Im kind of lost on this question to..??


----------



## Angelab (Nov 26, 2005)

Well you can't tell pure bred by the apple/deer head thing. They come in both head shapes.

My little Socrates is definitely not a purebred, I have always said he's mixed he's chi/doxie and carries alot of doxie traits strongly.

We're just happy that mixes are welcomed on this forum too. :wave:


----------



## WeightGain100 (Nov 29, 2005)

Sorry for my poor english... I am thousand miles away from yours..thousands..

I mean dearhead is not pure chi. I can't understand why the AKC allow for registration. :wink: 

I agreed we can;t expect to get the same quality of 'faces' with the parent, but the STANDARD of applehead must be there. (This is just my personal opinion, doesn't mean to condenm about the breed or owner who have dearhead chi)

:wave: 
WeightGain100


----------



## BonnieChi (Aug 12, 2005)

if chi's don't completely conform to the breed standard...that doesn't necessarily mean they're not full chis. you could breed two champions and get a deerhead.


----------



## Chihuahua Head (Sep 2, 2005)

I think somebody is just trying to get us all stirred up. 


We all know a chi is a chi is a chi, whether it fits the standard or not. We all love our babies whether or not they look "perfect". Who cares what they look like as long as they are loved?? :tongue: How can we be cheated by snuggle bunnies anyway??

Post 500 more times, and then ask this question again. 8)


----------



## Courtney (Jun 2, 2005)

Deerheads are just as much full blood Chi as Appleheads!


----------



## my3angels (Apr 15, 2004)

Dont let this member get you guys all upset. I know its taking a lot for me not to say something. :x 

We all know that just because your chi doesnt have show-quality features doesnt make them any less chi :roll: . Maybe this member doesnt realize that chihuahua's use to have narrower heads, longer muzzle, leggier...and bigger then the AKC standard chi today. I am sure those traits from waaaay back when are still in lines and still come out. 

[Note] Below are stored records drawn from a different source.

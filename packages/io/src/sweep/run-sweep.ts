import { rmSync } from 'node:fs';
import { join, relative, resolve } from 'node:path';
import { LIBRARY_VERSION } from '@intradyne/core';
import type { AnalysisSettings } from '../analysis/analyze-file.js';
import { descriptorPathFor } from '../capture/capture.js';
import { outputFailure } from '../errors/file-system.js';
import { InputError } from '../errors/input-error.js';
import { checkReportPath } from '../report/write-report.js';
import { prepareOutputFolder } from '../write/atomic.js';
import type { SweepOutcome, SweepTask } from './analyze-task.js';
import { settingsFingerprint } from './fingerprint.js';
import { lockFolder } from './folder-lock.js';
import { appendJournal, inspectJournal, JOURNAL_FILE, latestEntries, readJournal, tidyJournal } from './journal.js';
import type { SweepRow } from './result-row.js';
import { inShard, type ShardSpec, shardFolderName } from './shard.js';
import { listingFingerprint, SHARD_RECORD_FILE, SHARD_RECORD_FORMAT, writeShardRecord } from './shard-record.js';
import type { SweepInputs } from './sweep-inputs.js';
import { writeSweepOutputs } from './sweep-outputs.js';
import { runOnWorkers } from './worker-pool.js';

/** Options of {@link runSweep}. */
export interface SweepOptions {
  /** Output folder: results.csv, results.arrow and the journal (for a shard, in its subfolder). */
  readonly out: string;
  /**
   * Analyse only this shard's captures (see `shardOf`), into the subfolder
   * `shard-K-of-N` of `out`, which then also gets the shard record
   * (`shard.json`) that `mergeShards` reads.
   */
  readonly shard?: ShardSpec;
  /** Worker threads (≥ 1). */
  readonly jobs: number;
  /** Analysis settings applied to every capture (descriptor overrides and receiver options). */
  readonly settings: AnalysisSettings;
  /** Also write the HTML report of the final rows there. */
  readonly report?: string;
  /** Called on the main thread as each capture finishes (for a progress bar). */
  readonly onProgress?: (key: string, analysed: boolean) => void;
  /**
   * Called with what the run noticed and did about it (a stale lock taken
   * over, journal lines set aside), one message at a time, for stderr.
   */
  readonly onNotice?: (message: string) => void;
}

/** What a sweep did. */
export interface SweepReport {
  /** Captures in the sweep. */
  readonly captures: number;
  /** The folder written: `out`, or the shard's subfolder of it. */
  readonly out: string;
  /** The shard record written (for a shard only). */
  readonly recordPath?: string;
  /** Captures analysed in this run. */
  readonly analysed: number;
  /** Captures whose stored row was reused (same input hash, same settings). */
  readonly skipped: number;
  /** Rows whose analysis failed or whose capture could not be read. */
  readonly failed: number;
  /** Path of results.csv. */
  readonly csvPath: string;
  /** Path of results.arrow. */
  readonly arrowPath: string;
  /** Path of the resume journal. */
  readonly journalPath: string;
  /** The HTML report, when asked for. */
  readonly reportPath: string | null;
  /** The table, one row per capture in the sweep's order. */
  readonly rows: readonly SweepRow[];
}

/**
 * Default output folder: `<input>-sweep` beside the folder swept or the manifest (its extension dropped).
 * @example defaultSweepOut('data/osnr', 'folder') // 'data/osnr-sweep'
 */
export function defaultSweepOut(input: string, kind: 'folder' | 'manifest'): string {
  const trimmed = input.replace(/[/\\]+$/, '');
  return `${kind === 'manifest' ? trimmed.replace(/\.[^./\\]*$/, '') : trimmed}-sweep`;
}

const inside = (dir: string, p: string) => {
  const r = relative(resolve(dir), resolve(p));
  return r === '' || (!r.startsWith('..') && !r.startsWith('/'));
};

/**
 * Refuses an output folder that is the swept folder, lies inside it, or
 * holds an input file.
 * @throws InputError naming the folder and why
 */
export function checkSweepOut(inputs: SweepInputs, out: string): void {
  if (inputs.kind === 'folder' && inside(inputs.root, out)) {
    throw new InputError(
      { file: out },
      'output folder',
      `a folder outside the swept folder ${inputs.root}`,
      'a folder inside it',
    );
  }
  for (const c of inputs.captures) {
    if (inside(out, c.path) || inside(out, descriptorPathFor(c.path)))
      throw new InputError({ file: out }, 'output folder', 'a folder holding no capture of the sweep', `one holding ${c.path}`);
  }
}

/**
 * Analyses every capture of a sweep (or of one shard of it) on worker
 * threads and writes the results table (CSV and Arrow) into `out` (for a
 * shard, into its subfolder, with its shard record last). Resumable: each
 * finished capture's row is appended to `journal.jsonl` there with its input
 * hash and the settings fingerprint; a capture whose latest stored row has
 * the hash of its files now and the same settings is skipped. The table is
 * then rebuilt from the stored rows, in the sweep's order.
 * With `options.report`, also writes the sweep's HTML report there.
 *
 * The run holds the folder's lock (see `lockFolder`) from start to end, so
 * two sweeps never write one folder. The journal is read like any input:
 * lines that are not valid entries are set aside (see `tidyJournal`) and
 * their captures analysed again. The output paths are checked before any
 * analysis, and the tables and the report are written all or none.
 * @throws InputError when `out` is the swept folder, lies inside it, or
 *   holds an input file, or when the report path is an input; OutputError
 *   when another run holds the folder or an output cannot be written
 * @example const report = await runSweep(sweepInputs('osnr-sweep'), { out: 'results', jobs: 4, settings: {} });
 */
export async function runSweep(inputs: SweepInputs, options: SweepOptions): Promise<SweepReport> {
  checkSweepOut(inputs, options.out);
  const { shard } = options;
  const captures = shard ? inShard(inputs.captures, shard) : inputs.captures;
  const out = shard ? join(options.out, shardFolderName(shard)) : options.out;
  const journalPath = join(out, JOURNAL_FILE);
  const reportInputs = [
    ...inputs.captures.flatMap((c) => [c.path, descriptorPathFor(c.path)]),
    journalPath,
    join(out, 'results.csv'),
    join(out, 'results.arrow'),
  ];
  // Checked before hours of analysis, not after.
  if (options.report) checkReportPath(options.report, reportInputs);
  prepareOutputFolder(out);
  const lock = lockFolder(out, shard ? `sweep of shard ${shard.index}/${shard.count}` : 'sweep');
  try {
    if (lock.tookOverFrom)
      options.onNotice?.(
        `took over the lock of ${out} from process ${lock.tookOverFrom.pid} on ${lock.tookOverFrom.host}, which is no longer running`,
      );
    return await sweepLocked(inputs, options, captures, out, journalPath, reportInputs);
  } finally {
    lock.release();
  }
}

async function sweepLocked(
  inputs: SweepInputs,
  options: SweepOptions,
  captures: SweepInputs['captures'],
  out: string,
  journalPath: string,
  reportInputs: readonly string[],
): Promise<SweepReport> {
  const { shard } = options;
  // A shard is unfinished (for the merge) until this run writes its record again.
  if (shard) {
    const record = join(out, SHARD_RECORD_FILE);
    try {
      rmSync(record, { force: true });
    } catch (e) {
      throw outputFailure(e, record, 'shard record', 'a file that can be removed');
    }
  }
  const reading = inspectJournal(journalPath);
  for (const notice of tidyJournal(journalPath, reading)) options.onNotice?.(notice);
  const settingsSha256 = settingsFingerprint(options.settings);
  const stored = latestEntries(reading.entries, settingsSha256);
  const tasks: SweepTask[] = captures.map((c) => ({
    key: c.key,
    path: c.path,
    storedInputSha256: stored.get(c.key)?.inputSha256 ?? null,
  }));
  const rows = new Map<string, SweepRow>();
  let analysed = 0;
  let skipped = 0;
  await runOnWorkers(tasks, options.jobs, options.settings, (o: SweepOutcome) => {
    if (o.kind === 'skipped') {
      skipped++;
      rows.set(o.key, stored.get(o.key)!.row);
    } else {
      analysed++;
      if (o.store && o.inputSha256 !== null)
        appendJournal(journalPath, { capture: o.key, inputSha256: o.inputSha256, settingsSha256, row: o.row });
      rows.set(o.key, o.row);
    }
    options.onProgress?.(o.key, o.kind === 'analysed');
  });
  // Rebuild from the store (the journal as now written), in the sweep's order;
  // a row that could not be stored (an unexpected error) comes from this run.
  const now = latestEntries(readJournal(journalPath), settingsSha256);
  const table = captures.map((c) => {
    const mine = rows.get(c.key)!;
    const entry = now.get(c.key);
    return entry && entry.inputSha256 === mine.input_sha256 ? entry.row : mine;
  });
  const report = options.report
    ? {
        path: options.report,
        context: {
          source: inputs.root,
          library: 'intradyne',
          version: LIBRARY_VERSION,
          settings: options.settings,
          settingsSha256,
        },
        inputs: reportInputs,
      }
    : undefined;
  const { csvPath, arrowPath, reportPath } = writeSweepOutputs(out, table, report);
  let recordPath: string | undefined;
  if (shard) {
    // Written last: its presence tells the merge that the shard finished.
    const position = new Map(inputs.captures.map((c, i) => [c.key, i]));
    recordPath = writeShardRecord(out, {
      format: SHARD_RECORD_FORMAT,
      shard: shard.index,
      shards: shard.count,
      version: LIBRARY_VERSION,
      settingsSha256,
      settings: options.settings,
      input: { kind: inputs.kind, captures: inputs.captures.length, listingSha256: listingFingerprint(inputs) },
      rows: table.map((row, i) => ({ position: position.get(captures[i].key)!, row })),
    });
  }
  return {
    captures: table.length,
    out,
    recordPath,
    analysed,
    skipped,
    failed: table.filter((r) => r.ok !== true).length,
    csvPath,
    arrowPath,
    journalPath,
    reportPath,
    rows: table,
  };
}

We also all know that in a litter you can have "pet-quality" chi's...the ones that are a little bigger, have a smaller shaped head, etc....EVERY breed has their "pet-quality" pups...doesnt make them any less the breed they are.

I really believe this member is trying to get us upset...but we know better then to believe what this person is saying :wink:


----------



## Mimi (Jul 28, 2005)

> I mean dearhead is not pure chi. I can't understand why the AKC allow for registration.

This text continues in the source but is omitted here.